# Can't Share files between PC under same workgroup



## asoundmind (Nov 1, 2006)

Hi All, this is my first post in this forum, and hopefully not my last :heartlove

First of all I would apologize if this has been posted b4.

I want to share files between PC A n B under the same wireless netwok. The problem is I can't access them. 

Here are the situations:
- Both PC are running the same WIN XP SP2. Both have guess accounts. Sharing folder permission has been abled to ALL
- PC A can view PC B, but PC A cannot access the files in PC B. I recieved this error "you might not have permission to use this network resource. Please contact your administrator"
- PC B can't view PC A, can't access the files as well
- PC A can ping PC B, but not the opposite

I hope the situations listed above are quite clear to get the solutions from you guys.

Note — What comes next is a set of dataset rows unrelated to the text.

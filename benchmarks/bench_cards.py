"""Time `check` on generated plans whose devices are real model cards.

    python benchmarks/bench_cards.py            # 100, 1k and 10k loads
    python benchmarks/bench_cards.py 2000       # one size
    python benchmarks/bench_cards.py --mixed    # every topology (cascode, Wilson, …), not only simple

Plans are random and invented (biastree.generate); every bipolar device is
replaced by an inline Gummel–Poon card of the same IS, BF, VAF plus ISE/NE,
IKF, RB, RE, RC (so every bipolar mirror is solved with the full model).
MOS devices keep their square law here (tables need the sky130 package; their
cost is one ngspice sweep per device and condition, once).  Best of --repeat.
Times `check` with conditions and mismatch (loading the plan included), then the
computed hints on top; wall and CPU time (CPU time is steadier on a shared machine).
"""

from __future__ import annotations

import argparse
import json
import time

import biastree
from biastree.input.generate import Ranges, random_plan
from biastree.physics.topologies import TOPOLOGIES


def card_plan(loads: int, mixed: bool = False) -> dict:
    # mixed: every bipolar topology drawn at random where the mirror allows (else all simple)
    ranges = Ranges(topologies=tuple(TOPOLOGIES)) if mixed else None
    plan = random_plan(loads, seed=7, ranges=ranges)
    for name, dev in plan["devices"].items():
        if dev["kind"] in ("npn", "pnp"):
            vaf = f" vaf={dev['early']}" if dev.get("early") else ""
            card = (f".model c_{name} {dev['kind']} (is={dev['is']} bf={dev['beta']}{vaf} ise=3f ne=1.8 ikf=2m "
                    "rb=300 re=15 rc=80)")
            plan["devices"][name] = {"kind": dev["kind"], "model": f"c_{name}", "card": card}
    return plan


def main() -> None:
    parser = argparse.ArgumentParser()
    parser.add_argument("sizes", nargs="*", type=int, default=[100, 1000, 10000])
    parser.add_argument("--repeat", type=int, default=1)
    parser.add_argument("--mixed", action="store_true", help="every topology, not only simple mirrors")
    args = parser.parse_args()
    for n in args.sizes:
        text = json.dumps(card_plan(n, args.mixed))
        best = {"check": float("inf"), "hints": float("inf"), "check_cpu": float("inf"), "hints_cpu": float("inf")}
        for _ in range(args.repeat):
            start, cpu = time.perf_counter(), time.process_time()
            tree = biastree.loads(text, "bench", "json")
            result = biastree.check(tree)
            best["check"] = min(best["check"], time.perf_counter() - start)
            best["check_cpu"] = min(best["check_cpu"], time.process_time() - cpu)
            start, cpu = time.perf_counter(), time.process_time()
            result.hints  # noqa: B018 (computed on first use)
            best["hints"] = min(best["hints"], time.perf_counter() - start)
            best["hints_cpu"] = min(best["hints_cpu"], time.process_time() - cpu)
        print(f"{n:>7} loads, {len(tree.mirrors)} mirrors: check with Gummel–Poon cards {best['check']:.2f} s "
              f"(CPU {best['check_cpu']:.2f} s), hints {best['hints']:.2f} s more (CPU {best['hints_cpu']:.2f} s; "
              f"{int(result.passed.sum())} pass)")

if __name__ == "__main__":
    main()
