"""Monte Carlo speed: biastree on a generated plan of 10,000 loads, and
biastree against ngspice on the same small plan (same number of op runs).

    python benchmarks/bench_spread.py [--loads 10000] [--samples 1000] [--repeat 3]

The 10,000-load run is timed with the one-pass solver (simple mirrors: the
generated plans) and with the general solver; CPU time is printed beside
wall time because the machine is shared.

Invented data (biastree.generate, with matching coefficients added).
"""

from __future__ import annotations

import argparse
import json
import math
import os
import resource
import time
import tracemalloc

import biastree
from biastree.analysis.spread import analytic, monte_carlo
from biastree.input.generate import Ranges, random_plan


def with_matching(plan: dict) -> dict:
    for dev in plan["devices"].values():
        if dev["kind"] in ("npn", "pnp"):
            dev.update(area="10um^2", a_is_pair="2%*um")
        else:
            dev.update(a_vt_pair="5mV*um", a_beta_pair="1%*um")
    return plan


def main() -> None:
    parser = argparse.ArgumentParser()
    parser.add_argument("--loads", type=int, default=10_000)
    parser.add_argument("--samples", type=int, default=1000)
    parser.add_argument("--small-samples", type=int, default=1000)
    parser.add_argument("--same-loads", type=int, default=1000, help="loads of the tree both tools sample")
    parser.add_argument("--ngspice-samples", type=int, default=10, help="ngspice Monte Carlo samples on that tree")
    parser.add_argument("--repeat", type=int, default=3)
    parser.add_argument("--skip-general", action="store_true", help="time only the one-pass solver")
    args = parser.parse_args()

    tree = biastree.loads(json.dumps(with_matching(random_plan(args.loads, seed=7))), "bench", "json")
    n_sl = args.samples * len(tree.loads)
    print(f"Monte Carlo: {args.loads} loads ({len(tree.mirrors)} mirrors, {len(tree.b_parent)} branches), "
          f"{args.samples} samples, {os.cpu_count()} cores, load average {os.getloadavg()[0]:.1f} "
          f"(best of {args.repeat}; CPU time: about a quiet machine's wall time for this single-threaded work)")
    for label, fast in (("one-pass solver", True), ("general solver", False)):
        if not fast and args.skip_general:
            continue
        wall = cpu = math.inf
        for _ in range(args.repeat):
            start, c0 = time.perf_counter(), time.process_time()
            mc = monte_carlo(tree, args.samples, seed=1, fast=fast)
            wall, cpu = min(wall, time.perf_counter() - start), min(cpu, time.process_time() - c0)
            del mc
        tracemalloc.start()  # one more run, not timed: numpy reports its arrays to tracemalloc
        mc = monte_carlo(tree, args.samples, seed=1, fast=fast)
        peak = tracemalloc.get_traced_memory()[1] / 2**20
        tracemalloc.stop()
        del mc
        print(f"  {label}: {wall:.2f} s wall, {cpu:.2f} s CPU ({cpu / n_sl * 1e9:.0f} ns per sample-load), "
              f"peak memory of the run {peak:.0f} MB (results alone "
              f"{len(tree.loads) * args.samples * 9 / 2**20:.0f} MB)")
    print(f"  process peak RSS {resource.getrusage(resource.RUSAGE_SELF).ru_maxrss / 1024:.0f} MB")
    start = time.perf_counter()
    analytic(tree)
    print(f"first-order σ of every load: {time.perf_counter() - start:.2f} s")

    # same small plan, same number of op runs, both tools (simple bipolar mirrors: what the
    # ngspice Monte Carlo writer supports)
    from biastree.sim.verify import ngspice_monte_carlo

    small = biastree.loads(json.dumps(with_matching(random_plan(12, seed=3, ranges=Ranges(families=("bjt",))))),
                           "small", "json")
    n = args.small_samples
    start = time.perf_counter()
    monte_carlo(small, n, seed=1, include_reference=False, include_process=False)
    ours = time.perf_counter() - start
    start = time.perf_counter()
    ngspice_monte_carlo(small, n, seed=1)
    theirs = time.perf_counter() - start
    print(f"small plan ({len(small.loads)} loads, {len(small.mirrors)} mirrors), {n} samples: biastree {ours:.3f} s, "
          f"ngspice {theirs:.2f} s: ngspice takes {theirs / ours:.0f}× as long")

    # a larger tree, the same for both: ngspice's own Monte Carlo loop runs fewer
    # samples (each is a full operating point); compared per sample
    big = biastree.loads(json.dumps(with_matching(random_plan(args.same_loads, seed=5,
                                                              ranges=Ranges(families=("bjt",))))), "same", "json")
    ours = math.inf
    for _ in range(args.repeat):
        start = time.perf_counter()
        monte_carlo(big, args.samples, seed=1, include_reference=False, include_process=False)
        ours = min(ours, (time.perf_counter() - start) / args.samples)
    start = time.perf_counter()
    ngspice_monte_carlo(big, args.ngspice_samples, seed=1)
    theirs = (time.perf_counter() - start) / args.ngspice_samples
    print(f"same tree ({len(big.loads)} loads, {len(big.mirrors)} mirrors): biastree {ours * 1e3:.3f} ms per sample "
          f"({args.samples} samples), ngspice {theirs * 1e3:.0f} ms per sample ({args.ngspice_samples} samples of its "
          f"own .control loop: alter every device, op): ngspice takes {theirs / ours:.0f}× as long (both wall time)")


if __name__ == "__main__":
    main()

Thanks in advance.


----------



## MrCarl007 (Jul 3, 2006)

Did you check to make sure that Windows Firewall is not turned on.


----------



## asoundmind (Nov 1, 2006)

Yes, Both are turned-off. PC A is using zonealarm whcih I have set to allow PC B. PC B doesn't use any firewall


----------



## MrCarl007 (Jul 3, 2006)

Try to turn off Zone alarm then try it again and let me know what you get.


----------